4. Use Bayesian Reasoning
Rather than treating the streak as either "real" or "fake," we can update our beliefs proportionally. The streak does provide some evidence of improved performance, just much less than naive extrapolation suggests.
5. Regression to the Mean Is Not Optional
Extreme performances regress because they are partly luck. This isn't pessimism—it's mathematics.
Extension Exercises
-
Sensitivity Analysis: How would your conclusions change if Thompson had the same 12 goals but from 8.0 xG instead of 4.26 xG?
-
Alternative Priors: A scout argues Thompson recently changed his running technique and should have a different prior. Model this with prior mean = 0.50 and see how conclusions change.
-
Simulation Study: Write code to simulate 10,000 seasons with 500 players and verify that ~9 extreme streaks occur per season.
-
Transfer Decision: Thompson's club receives a €60M offer during the streak. Using expected value calculations, evaluate whether to sell.
Code Summary
"""
Complete analysis code for the hot streak case study.
"""
import numpy as np
import pandas as pd
from scipy.stats import poisson
import matplotlib.pyplot as plt
def analyze_hot_streak(goals, xG, career_rate, career_matches):
"""
Full analysis of a hot streak.
"""
results = {}
# Basic overperformance
results['overperformance'] = goals - xG
results['conversion_ratio'] = goals / xG
# Probability under Poisson
results['p_exact'] = poisson.pmf(goals, xG)
results['p_or_more'] = 1 - poisson.cdf(goals - 1, xG)

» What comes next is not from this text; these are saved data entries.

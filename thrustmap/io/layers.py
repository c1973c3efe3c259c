"""Reading one table or layer from CSV, XLSX or any vector format GDAL reads.

CSV cells are read as text, exactly as written (``007`` stays ``007``); only
empty cells become missing. Rows are never skipped, blank ones included, so row
``n`` of the result is data row ``n`` of the file.
"""

from __future__ import annotations

import csv
import io
import logging
import os
from pathlib import Path

import geopandas as gpd
import pandas as pd

from thrustmap.errors import InputFileError, ParameterError

__all__ = ["read_layer", "ENGINES", "TEXT_SUFFIXES", "SHEET_SUFFIXES"]

log = logging.getLogger(__name__)

TEXT_SUFFIXES = (".csv", ".tsv", ".txt")
SHEET_SUFFIXES = (".xlsx", ".xlsm")
_DELIMITERS = (",", ";", "\t", "|")
ENGINES = ("pyogrio", "fiona")


def read_layer(
    source: str | os.PathLike, *, layer: str | None = None, engine: str | None = None
) -> pd.DataFrame:
    """Read a CSV/XLSX table or a vector layer into a (Geo)DataFrame.

    Parameters
    ----------
    source : path-like
        ``.csv``/``.tsv``/``.txt`` (delimiter ``, ; tab |`` taken from the header
        line; UTF-8, else Latin-1), ``.xlsx``/``.xlsm``, or any vector file GDAL
        reads (GeoPackage, GeoJSON, Shapefile, ...).
    layer : str, optional
        Layer (vector) or sheet (XLSX) name; required when the file holds more
        than one. Keyword only.
    engine : {"pyogrio", "fiona"}, optional
        Vector I/O engine; default geopandas' default. Not used for CSV and XLSX.
        Keyword only.

    Returns
    -------
    DataFrame or GeoDataFrame
        A GeoDataFrame for vector layers with geometry, else a DataFrame.

    Raises
    ------
    InputFileError
        When the file is missing or cannot be read as its format.
    ParameterError
        When ``layer`` is needed, unknown, or given for a CSV; or for an unknown engine.

    Examples
    --------
    >>> import tempfile, pathlib
    >>> path = pathlib.Path(tempfile.mkdtemp()) / "sheet.csv"
    >>> _ = path.write_text("stn;dip\\n007;45\\n")
    >>> read_layer(path).to_dict("list")
    {'stn': ['007'], 'dip': ['45']}
    """
    path = Path(source)
    if not path.exists():
        raise InputFileError(f"file {path} does not exist")
    if engine is not None and engine not in ENGINES:
        raise ParameterError(f"engine={engine!r} is not valid; choose one of {', '.join(ENGINES)}")
    suffix = path.suffix.lower()
    if suffix in TEXT_SUFFIXES:
        if layer is not None:
            raise ParameterError(
                f"file {path}: layer={layer!r} given, but a CSV file has no layers"
            )
        return _read_text(path)
    if suffix in SHEET_SUFFIXES:
        return _read_sheet(path, layer)
    return _read_vector(path, layer, engine)


def _read_text(path: Path) -> pd.DataFrame:
    data = path.read_bytes()
    try:
        text = data.decode("utf-8-sig")
    except UnicodeDecodeError:
        log.warning("file %s is not UTF-8; reading it as Latin-1", path)
        text = data.decode("latin-1")
    header = text.split("\n", 1)[0]
    counts = {d: len(next(csv.reader([header], delimiter=d), [])) for d in _DELIMITERS}
    delimiter = max(_DELIMITERS, key=lambda d: counts[d])
    try:
        return pd.read_csv(
            io.StringIO(text),
            sep=delimiter,
            dtype=str,
            keep_default_na=False,
            na_values=[""],
            skip_blank_lines=False,
        )
    except (pd.errors.ParserError, pd.errors.EmptyDataError) as exc:
        raise InputFileError(f"file {path}: cannot read as a delimited table: {exc}") from exc


def _read_sheet(path: Path, layer: str | None) -> pd.DataFrame:
    try:
        book = pd.ExcelFile(path)
    except Exception as exc:  # openpyxl raises several unrelated types for broken files
        raise InputFileError(f"file {path}: cannot read as a spreadsheet: {exc}") from exc
    with book:
        sheets = book.sheet_names
        sheet = _choose_layer(path, layer, sheets, "sheet")
        return pd.read_excel(book, sheet_name=sheet)


def _read_vector(path: Path, layer: str | None, engine: str | None) -> pd.DataFrame:
    import pyogrio

    try:
        names = [str(n) for n in pyogrio.list_layers(path)[:, 0]]
    except pyogrio.errors.DataSourceError as exc:
        raise InputFileError(f"file {path}: cannot read as a vector dataset: {exc}") from exc
    chosen = _choose_layer(path, layer, names, "layer")
    return gpd.read_file(path, layer=chosen, engine=engine)


def _choose_layer(path: Path, layer: str | None, names: list[str], what: str) -> str:
    if layer is None:
        if len(names) == 1:
            return names[0]
        raise ParameterError(
            f"file {path} holds {len(names)} {what}s ({', '.join(names)}); choose one with layer="
        )
    if layer not in names:
        raise ParameterError(
            f"file {path}: no {what} {layer!r}; {what}s: {', '.join(names) or 'none'}"
        )
    return layer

# Bayesian posterior (simplified)
prior_precision = 1 / (0.08 ** 2) # Population SD
n_matches = xG / 0.53 # Estimate matches from xG
obs_precision = n_matches / (0.8 ** 2) # Match variability
posterior_precision = prior_precision + obs_precision
observed_rate = goals / n_matches
results['posterior_mean'] = (
prior_precision * career_rate + obs_precision * observed_rate
) / posterior_precision
results['posterior_sd'] = np.sqrt(1 / posterior_precision)
return results
# Example usage
results = analyze_hot_streak(
goals=12,
xG=4.26,
career_rate=0.31,
career_matches=129
)
for key, value in results.items():
print(f"{key}: {value:.4f}")
Summary
This case study demonstrates the critical importance of statistical reasoning in player evaluation. A remarkable 12-goal streak that appeared to herald the emergence of an elite striker was, in fact, largely a predictable statistical anomaly. By combining probability theory, Bayesian inference, and regression to the mean, we correctly predicted Thompson's subsequent regression while still accounting for the possibility of genuine improvement.
The lesson for soccer analytics is clear: extraordinary claims require extraordinary evidence, and 8 matches—no matter how spectacular—rarely provide it.